• [Task goal] Instruction for the entries that follow: retype exactly the lines from the line with "where: str |" to the line with "axis = pl.axis_world", both included, and omit all others.

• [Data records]

⁂

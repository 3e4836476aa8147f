"""Small-animal phantom analysis (NEMA NU 4-2008 image quality): uniformity, rod recovery,
spill-over ratios. Formulas in :mod:`phantometry.metrics.nu4`."""

from __future__ import annotations

from dataclasses import dataclass, field


import numpy as np

from .errors import InputError, PhantomNotFound
from .fill import FillRecord
from .locate import Placement, locate_small_animal, sample_world
from .metrics.nu4 import ratio_with_std, uniformity
from .results import Measurement
from .rois import PlaneImage, cylinder_weights, sample_plane
from .templates import Template
from .volume import Volume

#: Voxels count in a NU 4 VOI when at least this fraction of their cell lies inside it.
VOI_MEMBERSHIP = 0.5


@dataclass
class SmallAnimalAnalysis:
    """Everything measured on one small-animal phantom scan."""

    volume: Volume
    template: Template
    fill: FillRecord
    placement: Placement
    rows: list[Measurement]
    rod_image: PlaneImage  # slice average over the rod profile range
    rod_peaks_uv: dict[str, np.ndarray]
    true_background_bq_ml: float
    true_insert_bq_ml: dict[str, float] = field(default_factory=dict)
    warnings: list[str] = field(default_factory=list)

    def table(self) -> tuple[list[str], list[list[str]]]:
        """Columns and rows of the terminal summary."""
        vals = {(r.roi, r.metric): r.value for r in self.rows}
        cols = ["ROI", "metric", "value", "%STD"]
        out = [["uniform_region", "mean Bq/mL", f"{vals[('uniform_region', 'mean_bq_ml')]:.1f}", f"{vals[('uniform_region', 'uniformity_std_pct')]:.2f}"]]
        for r in self.template.rods:
            out.append([r.name, "RC", f"{vals[(r.name, 'rc_rod')]:.3f}", f"{vals[(r.name, 'rc_rod_std_pct')]:.2f}"])
        for c in self.template.chambers:
            std = vals[(c.name, "spillover_ratio_std_pct")]
            out.append([c.name, "SOR", f"{vals[(c.name, 'spillover_ratio')]:.3f}", f"{std:.1f}" if np.isfinite(std) else "-"])
        return cols, out


def _voi_values(volume: Volume, centre: np.ndarray, axis: np.ndarray, diameter: float, length: float, what: str, where: str) -> np.ndarray:
    try:
        roi = cylinder_weights(volume, centre, axis, diameter, length)
    except PhantomNotFound:
        raise PhantomNotFound(f"{where}: the {what} lies outside the image; is the phantom in the field of view?") from None
    if roi.clipped:
        raise PhantomNotFound(f"{where}: the {what} reaches beyond the image; is the phantom in the field of view?")
    vals = volume.data[roi.box][roi.weights >= VOI_MEMBERSHIP]
    if vals.size < 2:
        raise PhantomNotFound(f"{where}: the {what} holds fewer than two voxels; the voxels are too coarse")
    return vals.astype(np.float64)


def measure_small_animal(
    volume: Volume,
    template: Template,
    fill: FillRecord,
    *,
    overrides: dict[str, np.ndarray] | None = None,
    where: str | None = None,
) -> SmallAnimalAnalysis:
    """Locate the small-animal phantom and compute the NEMA NU 4-2008 image-quality metrics."""
    where = where or volume.source or "image"
    if volume.acquired_at is None:
        raise InputError(f"{where}: the image has no acquisition time; give it (NIfTI: --acquired-at)")
    a = template.analysis
    pl = locate_small_animal(volume, template, overrides=overrides, where=where)
    axis = pl.axis_world
    common = dict(series_uid=volume.series_uid, acquired_at=volume.acquired_at.isoformat(), template=template.name)
    rows: list[Measurement] = []

    def add(roi: str, metric: str, value: float, unit: str, note: str | None = None) -> None:
        rows.append(Measurement(roi=roi, metric=metric, value=float(value), unit=unit, note=note, **common))  # type: ignore[arg-type]

    # ---- uniform region
    uv = a.uniform_voi
    uni_vals = _voi_values(volume, pl.to_world([0.0, 0.0, uv.centre_z_mm]), axis, uv.diameter_mm, uv.length_mm, "uniform-region VOI", where)
    uni = uniformity(uni_vals)
    for k in ("mean_bq_ml", "max_bq_ml", "min_bq_ml"):
        add("uniform_region", k, uni[k], "Bq/mL")
    add("uniform_region", "uniformity_std_pct", uni["uniformity_std_pct"], "%")
    true_bg = fill.background_bq_ml(volume.acquired_at)
    add("uniform_region", "activity_recovery", uni["mean_bq_ml"] / true_bg, "1")
    # ---- rods: slice average over the profile range, hottest pixel, axial profile
    z0, z1 = a.rod_profile_z_mm
    dz = float(abs(volume.spacing_mm @ np.abs(volume.axes_world @ axis)))  # spacing along the axis
    dz = min(dz, float(np.max(volume.spacing_mm)))
    zs = np.arange(z0 + dz / 2, z1, dz) if (z1 - z0) > dz else np.array([(z0 + z1) / 2])
    rods = template.rods
    half = max(np.hypot(r.centre_mm[0], r.centre_mm[1]) + r.diameter_mm * a.rod_search_diameter_factor for r in rods) + 2
    u, v = pl.rotation[:, 0], pl.rotation[:, 1]
    plane0 = sample_plane(volume, pl.to_world([0.0, 0.0, zs[0]]), u, v, half)
    nv, nu = plane0.values.shape
    cc, rr = np.meshgrid(np.arange(nu) * plane0.pixel_mm, np.arange(nv) * plane0.pixel_mm)
    grid = plane0.origin_mm + cc[..., None] * plane0.u_dir + rr[..., None] * plane0.v_dir  # (nv, nu, 3)
    stack = sample_world(volume, grid[None] + ((zs - zs[0])[:, None, None, None] * axis))
    if np.isnan(stack).any():
        raise PhantomNotFound(f"{where}: the rods lie (partly) outside the image; is the phantom in the field of view?")
    avg = stack.mean(axis=0)
    rod_image = PlaneImage(avg, plane0.origin_mm, plane0.u_dir, plane0.v_dir, plane0.pixel_mm)
    peaks: dict[str, np.ndarray] = {}
    for r in rods:
        centre_uv = plane0.world_to_uv(pl.to_world([r.centre_mm[0], r.centre_mm[1], zs[0]]))
        radius = r.diameter_mm * a.rod_search_diameter_factor / 2
        inside = (cc - centre_uv[0]) ** 2 + (rr - centre_uv[1]) ** 2 <= radius**2
        if not inside.any():
            inside = (cc - centre_uv[0]) ** 2 + (rr - centre_uv[1]) ** 2 <= ((cc - centre_uv[0]) ** 2 + (rr - centre_uv[1]) ** 2).min()
        flat = np.where(inside, avg, -np.inf)
        j, i = np.unravel_index(int(np.argmax(flat)), flat.shape)
        profile = stack[:, j, i]
        rc, rc_std = ratio_with_std(profile, uni["mean_bq_ml"], uni["sd_bq_ml"])
        add(r.name, "rc_rod", rc, "1")
        add(r.name, "rc_rod_std_pct", rc_std, "%")
        peak_world = grid[j, i] + (zs.mean() - zs[0]) * axis
        peaks[r.name] = np.array([cc[j, i], rr[j, i]])
        for ax_name, val in zip("xyz", peak_world):
            add(r.name, f"centre_{ax_name}_mm", val, "mm")
    # ---- spill-over ratios in the cold chambers
    sv = a.spillover_voi
    for c in template.chambers:
        vals = _voi_values(volume, pl.insert_centre(c.name), pl.direction_to_world(c.axis_unit), sv.diameter_mm, sv.length_mm, f"{c.name} VOI", where)
        sor, sor_std = ratio_with_std(vals, uni["mean_bq_ml"], uni["sd_bq_ml"])
        add(c.name, "spillover_ratio", sor, "1")
        add(c.name, "spillover_ratio_std_pct", sor_std, "%")
    warnings = list(pl.warnings)
    if abs(uni["mean_bq_ml"] / true_bg - 1) > 0.10:
        warnings.append(
            f"WARNING: measured uniform-region mean {uni['mean_bq_ml']:.0f} Bq/mL is {100 * (uni['mean_bq_ml'] / true_bg - 1):+.0f} % "
            f"from the fill record's {true_bg:.0f} Bq/mL; check the fill record, units and calibration"
        )
        rows[[r.metric for r in rows].index("activity_recovery")].note = warnings[-1]
    true_ins = {r.name: true_bg for r in rods} | {c.name: 0.0 for c in template.chambers}
    return SmallAnimalAnalysis(volume, template, fill, pl, rows, rod_image, peaks, true_bg, true_ins, warnings)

⁂

• [Final answer]
    where: str | None = None,
) -> SmallAnimalAnalysis:
    """Locate the small-animal phantom and compute the NEMA NU 4-2008 image-quality metrics."""
    where = where or volume.source or "image"
    if volume.acquired_at is None:
        raise InputError(f"{where}: the image has no acquisition time; give it (NIfTI: --acquired-at)")
    a = template.analysis
    pl = locate_small_animal(volume, template, overrides=overrides, where=where)
    axis = pl.axis_world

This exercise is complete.